Study material:
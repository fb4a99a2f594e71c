package org.foreseal.chromatography;

import static org.junit.jupiter.api.Assertions.assertEquals;

import org.foreseal.molecule.Smiles;
import org.junit.jupiter.params.ParameterizedTest;
import org.junit.jupiter.params.provider.CsvSource;

/**
 * Where common products end up; common practice of extraction with dichloromethane and GC, no
 * source.
 */
class WorkUpTest {
  @ParameterizedTest
  @CsvSource({
    "Cc1ccccc1, EXTRACT, true",
    "O=C(Cc1ccccc1)Cc1ccccc1, EXTRACT, true",
    "OC(=O)c1ccccc1, EXTRACT, true",
    "Oc1ccccc1, EXTRACT, true",
    "CCCCCCO, EXTRACT, true",
    "CC(C)=O, EXTRACT, true",
    "Nc1ccccc1, EXTRACT, true",
    "NCc1ccccc1, EXTRACT, true",
    "O=C=O, GAS, false",
    "[H][H], GAS, false",
    "[C-]#[O+], GAS, false",
    "C, GAS, false",
    "C=CC, GAS, false",
    "N, GAS, false",
    "S, GAS, false",
    "C=O, GAS, false",
    "O, WATER, false",
    "CO, WATER, false",
    "OC=O, WATER, false",
    "CC(=O)O, WATER, false",
    "OCC(O)CO, WATER, false",
    "NCC(=O)O, WATER, false",
    "OC(=O)CCC(=O)O, WATER, false",
    "CN, WATER, false",
    "CC(=O)N, WATER, false",
    "OC(=O)CCCCCCCC(=O)O, EXTRACT, false",
    "OC(C(=O)O)c1ccccc1, EXTRACT, false",
    "NC(Cc1ccccc1)C(=O)O, EXTRACT, false",
    "[O-]C(=O)Cc1ccccc1, WATER, false",
    "CCCCCC, EXTRACT, true"
  })
  void productsGoWhereChemistsFindThem(String smiles, WhereFound where, boolean seen) {
    assertEquals(where, WorkUp.whereFound(Smiles.read(smiles)));
    assertEquals(seen, WorkUp.isSeenByGc(Smiles.read(smiles)));
  }
}
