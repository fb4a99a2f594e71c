package org.foreseal.report;

import com.fasterxml.jackson.databind.JsonNode;
import com.networknt.schema.InputFormat;
import com.networknt.schema.Schema;
import com.networknt.schema.SchemaRegistry;
import com.networknt.schema.SpecificationVersion;
import java.nio.charset.StandardCharsets;
import java.util.List;
import org.foreseal.quantity.CsvTable;

/** Checks JSON and YAML trees against the schemas shipped in the jar. */
public final class SchemaCheck {
  private final Schema schema;

  private SchemaCheck(Schema schema) {
    this.schema = schema;
  }

  /** A schema of the resource folder {@code schemas}. */
  public static SchemaCheck load(String name) {
    String text = new String(CsvTable.bytes("/schemas/" + name), StandardCharsets.UTF_8);
    return new SchemaCheck(
        SchemaRegistry.withDefaultDialect(SpecificationVersion.DRAFT_2020_12)
            .getSchema(text, InputFormat.JSON));
  }

  /** What does not fit, with its place; empty when all fits. */
  public List<String> faults(JsonNode instance) {
    return schema.validate(instance).stream().map(Object::toString).toList();
  }
}
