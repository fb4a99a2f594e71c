package org.foreseal.report;

import static org.junit.jupiter.api.Assertions.assertEquals;
import static org.junit.jupiter.api.Assertions.assertFalse;

import com.fasterxml.jackson.databind.ObjectMapper;
import com.fasterxml.jackson.dataformat.yaml.YAMLFactory;
import java.io.IOException;
import java.nio.file.Files;
import java.nio.file.Path;
import java.util.List;
import java.util.stream.Stream;
import org.junit.jupiter.params.ParameterizedTest;
import org.junit.jupiter.params.provider.CsvSource;
import org.junit.jupiter.params.provider.MethodSource;

/** The schema describes every rule file, and the loader and the schema refuse the same slips. */
class RuleFileSchemaTest {
  private static final SchemaCheck SCHEMA = SchemaCheck.load("rules.schema.json");
  private static final ObjectMapper YAML = new ObjectMapper(new YAMLFactory());

  static List<Path> files() throws IOException {
    try (Stream<Path> files = Files.list(Path.of("rules"))) {
      return files.filter(f -> f.toString().endsWith(".yaml")).sorted().toList();
    }
  }

  @ParameterizedTest
  @MethodSource("files")
  void fitsEveryRuleFile(Path file) throws IOException {
    assertEquals(List.of(), SCHEMA.faults(YAML.readTree(Files.readString(file))));
  }

  @ParameterizedTest
  @CsvSource(
      delimiterString = " -> ",
      value = {"prominence: -> prominense:", "title: -> titel:", "needs: [[ -> needs: [[gold, "})
  void refusesWhatTheLoaderRefuses(String good, String bad) throws IOException {
    String text = Files.readString(Path.of("rules", "decarboxylation.yaml"));
    assertFalse(SCHEMA.faults(YAML.readTree(text.replace(good, bad))).isEmpty());
  }
}
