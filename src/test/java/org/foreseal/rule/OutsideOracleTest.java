package org.foreseal.rule;

import static org.junit.jupiter.api.Assertions.assertEquals;
import static org.junit.jupiter.api.Assertions.assertTrue;

import java.io.IOException;
import java.io.InputStream;
import java.nio.charset.StandardCharsets;
import java.security.MessageDigest;
import java.util.ArrayList;
import java.util.HashMap;
import java.util.HexFormat;
import java.util.List;
import java.util.Map;
import java.util.Set;
import java.util.TreeSet;
import java.util.stream.Collectors;
import org.foreseal.molecule.Molecule;
import org.foreseal.molecule.Outcome;
import org.foreseal.molecule.Smiles;
import org.foreseal.quantity.CsvTable;
import org.junit.jupiter.api.Test;

/**
 * Every one-reactant rule on nearly a thousand molecules gives the product sets that an independent
 * general toolkit gave for the same SMIRKS, frozen in the test resources with the script that made
 * them. Structures are compared by identity, after the keto normalisation, so the toolkits'
 * different spelling does not matter.
 */
class OutsideOracleTest {
  private static final String FOLDER = "/oracle/";

  private final RuleLibrary library = RuleLibrary.builtIn();

  @Test
  void productSetsEqualThoseOfAnIndependentToolkit() throws IOException {
    Map<String, Set<String>> oracle = oracle();
    Set<String> explained = new TreeSet<>();
    for (List<String> row : rows("known-differences.csv")) {
      explained.add(row.get(0) + " " + row.get(1));
    }
    List<String> differences = new ArrayList<>();
    Set<String> explainedAndSeen = new TreeSet<>();
    int compared = 0;
    for (String line : lines("molecules.smi")) {
      String smiles = line.substring(0, line.indexOf(' '));
      Molecule molecule = Smiles.read(smiles);
      for (Rule rule : oneReactantRules()) {
        compared++;
        String id = smiles + " " + rule.id();
        Set<String> expected = oracle.getOrDefault(id, Set.of());
        Set<String> ours = ours(rule, molecule);
        if (!ours.equals(expected) && !explained.contains(id)) {
          differences.add(id + "\n    toolkit " + expected + "\n    ours    " + ours);
        } else if (!ours.equals(expected)) {
          explainedAndSeen.add(id);
        }
      }
    }
    assertTrue(compared > 500 * 70, "only " + compared + " pairs compared");
    assertEquals(List.of(), differences, () -> String.join("\n", differences));
    assertEquals(explained, explainedAndSeen, "explained differences that no longer exist");
  }

  @Test
  void theOracleWasMadeWithTheseRules() throws Exception {
    Map<String, String> frozen = new HashMap<>();
    for (List<String> row : rows("rules-used.csv")) {
      frozen.put(row.get(0), row.get(1));
    }
    Map<String, String> now = new HashMap<>();
    for (Rule rule : oneReactantRules()) {
      byte[] text = rule.transformation().toString().getBytes(StandardCharsets.UTF_8);
      now.put(
          rule.id(), HexFormat.of().formatHex(MessageDigest.getInstance("SHA-256").digest(text)));
    }
    assertEquals(frozen, now, "run make_oracle.py again after changing a one-reactant rule");
  }

  private List<Rule> oneReactantRules() {
    return library.rules().stream().filter(r -> r.transformation().reactantCount() == 1).toList();
  }

  private static Set<String> ours(Rule rule, Molecule molecule) {
    Set<String> result = new TreeSet<>();
    for (Outcome outcome : rule.transformation().apply(List.of(molecule))) {
      addUnlessUnchanged(result, outcome.products(), molecule);
    }
    return result;
  }

  private static void addUnlessUnchanged(
      Set<String> result, List<Molecule> products, Molecule reactant) {
    if (!products.equals(List.of(reactant))) {
      result.add(products.stream().sorted().map(Molecule::smiles).collect(Collectors.joining(".")));
    }
  }

  private static Map<String, Set<String>> oracle() throws IOException {
    Map<String, Set<String>> oracle = new HashMap<>();
    for (List<String> row : rows("one-reactant.csv")) {
      Set<String> outcomes = new TreeSet<>();
      for (String outcome : row.get(2).split("\\|", -1)) {
        addUnlessUnchanged(
            outcomes, Smiles.readAll(outcome).stream().sorted().toList(), Smiles.read(row.get(0)));
      }
      oracle.put(row.get(0) + " " + row.get(1), outcomes);
    }
    return oracle;
  }

  private static List<List<String>> rows(String name) {
    return CsvTable.read(FOLDER + name).rows();
  }

  private static List<String> lines(String name) throws IOException {
    try (InputStream in = OutsideOracleTest.class.getResourceAsStream(FOLDER + name)) {
      return new String(in.readAllBytes(), StandardCharsets.UTF_8)
          .lines()
          .filter(l -> !l.isBlank())
          .toList();
    }
  }
}
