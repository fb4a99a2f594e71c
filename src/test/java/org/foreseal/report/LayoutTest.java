package org.foreseal.report;

import static org.junit.jupiter.api.Assertions.assertEquals;
import static org.junit.jupiter.api.Assertions.assertThrows;
import static org.junit.jupiter.api.Assertions.assertTrue;

import java.util.List;
import java.util.Random;
import org.foreseal.report.TextTable.Column;
import org.junit.jupiter.api.Test;

class LayoutTest {
  @Test
  void wrapsAtBlanks() {
    assertEquals(List.of("one two", "three"), Wrap.lines("one two three", 8));
    assertEquals(List.of(""), Wrap.lines("  ", 8));
  }

  @Test
  void breaksLongWordsBehindHyphens() {
    assertEquals(List.of("2-methyl-2-", "phenyl"), Wrap.lines("2-methyl-2-phenyl", 12));
    assertEquals(List.of("abcdefgh", "ij"), Wrap.lines("abcdefghij", 8));
  }

  @Test
  void losesNoLetterWhateverTheWidth() {
    for (int seed = 0; seed < 500; seed++) {
      Random random = new Random(seed);
      StringBuilder text = new StringBuilder();
      for (int i = random.nextInt(120); i >= 0; i--) {
        text.append("abc -,()".charAt(random.nextInt(8)));
      }
      int width = 1 + random.nextInt(40);
      List<String> lines = Wrap.lines(text.toString(), width);
      assertTrue(lines.stream().allMatch(l -> l.length() <= width), "seed " + seed);
      assertEquals(
          text.toString().replace(" ", ""),
          String.join("", lines).replace(" ", ""),
          "seed " + seed);
    }
  }

  @Test
  void narrowsTheWidestColumnThatMayWrap() {
    TextTable table =
        new TextTable("", List.of(Column.number("#"), Column.text("a", 10), Column.text("b", 10)));
    table.row(List.of("1", "word ".repeat(20), "short"), "remark");
    String text = table.toString();
    assertTrue(text.lines().allMatch(l -> l.length() <= 80), text);
    assertTrue(text.endsWith("     remark\n"), text);
  }

  @Test
  void refusesRowsOfAnotherLength() {
    TextTable table = new TextTable("", List.of(Column.word("a")));
    assertThrows(IllegalArgumentException.class, () -> table.row(List.of("1", "2")));
    assertThrows(IllegalArgumentException.class, () -> new Csv(List.of("a")).line(List.of()));
  }

  @Test
  void quotesCsvAsTheStandardSays() {
    Csv csv = new Csv(List.of("a", "b"));
    csv.line(List.of("x,y", "say \"no\"")).line(List.of("line\nbreak", "plain"));
    assertEquals("a,b\n\"x,y\",\"say \"\"no\"\"\"\n\"line\nbreak\",plain\n", csv.toString());
  }

  @Test
  void writesNumbersOfFewDigits() {
    assertEquals("0.333333", Figures.json(1 / 3.0).toString());
    assertEquals("300", Figures.json(300.0).toString());
    assertEquals("0", Figures.json(-0.0).toString());
    assertEquals("0.0", Figures.tenths(-0.01));
    assertEquals("1 fault", Figures.count(1, "fault"));
    assertEquals("0 faults", Figures.count(0, "fault"));
  }
}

Work item: Precisely reproduce the lines of the entries, beginning at the first and ending at the one containing "private SchemaCheck(Schema schema)". Add nothing.

Output below:
repository fb4a99a2f594e71c
package org.foreseal.chromatography;

import static org.junit.jupiter.api.Assertions.assertEquals;

import org.foreseal.molecule.Smiles;
import org.junit.jupiter.params.ParameterizedTest;
import org.junit.jupiter.params.provider.CsvSource;

/**
 * Where common products end up; common practice of extraction with dichloromethane and GC, no
 * source.
 */
class WorkUpTest {
  @ParameterizedTest
  @CsvSource({
    "Cc1ccccc1, EXTRACT, true",
    "O=C(Cc1ccccc1)Cc1ccccc1, EXTRACT, true",
    "OC(=O)c1ccccc1, EXTRACT, true",
    "Oc1ccccc1, EXTRACT, true",
    "CCCCCCO, EXTRACT, true",
    "CC(C)=O, EXTRACT, true",
    "Nc1ccccc1, EXTRACT, true",
    "NCc1ccccc1, EXTRACT, true",
    "O=C=O, GAS, false",
    "[H][H], GAS, false",
    "[C-]#[O+], GAS, false",
    "C, GAS, false",
    "C=CC, GAS, false",
    "N, GAS, false",
    "S, GAS, false",
    "C=O, GAS, false",
    "O, WATER, false",
    "CO, WATER, false",
    "OC=O, WATER, false",
    "CC(=O)O, WATER, false",
    "OCC(O)CO, WATER, false",
    "NCC(=O)O, WATER, false",
    "OC(=O)CCC(=O)O, WATER, false",
    "CN, WATER, false",
    "CC(=O)N, WATER, false",
    "OC(=O)CCCCCCCC(=O)O, EXTRACT, false",
    "OC(C(=O)O)c1ccccc1, EXTRACT, false",
    "NC(Cc1ccccc1)C(=O)O, EXTRACT, false",
    "[O-]C(=O)Cc1ccccc1, WATER, false",
    "CCCCCC, EXTRACT, true"
  })
  void productsGoWhereChemistsFindThem(String smiles, WhereFound where, boolean seen) {
    assertEquals(where, WorkUp.whereFound(Smiles.read(smiles)));
    assertEquals(seen, WorkUp.isSeenByGc(Smiles.read(smiles)));
  }
}
repository fb4a99a2f594e71c
package org.foreseal.report;

import com.fasterxml.jackson.databind.JsonNode;
import com.networknt.schema.InputFormat;
import com.networknt.schema.Schema;
import com.networknt.schema.SchemaRegistry;
import com.networknt.schema.SpecificationVersion;
import java.nio.charset.StandardCharsets;
import java.util.List;
import org.foreseal.quantity.CsvTable;

/** Checks JSON and YAML trees against the schemas shipped in the jar. */
public final class SchemaCheck {
  private final Schema schema;

  private SchemaCheck(Schema schema) {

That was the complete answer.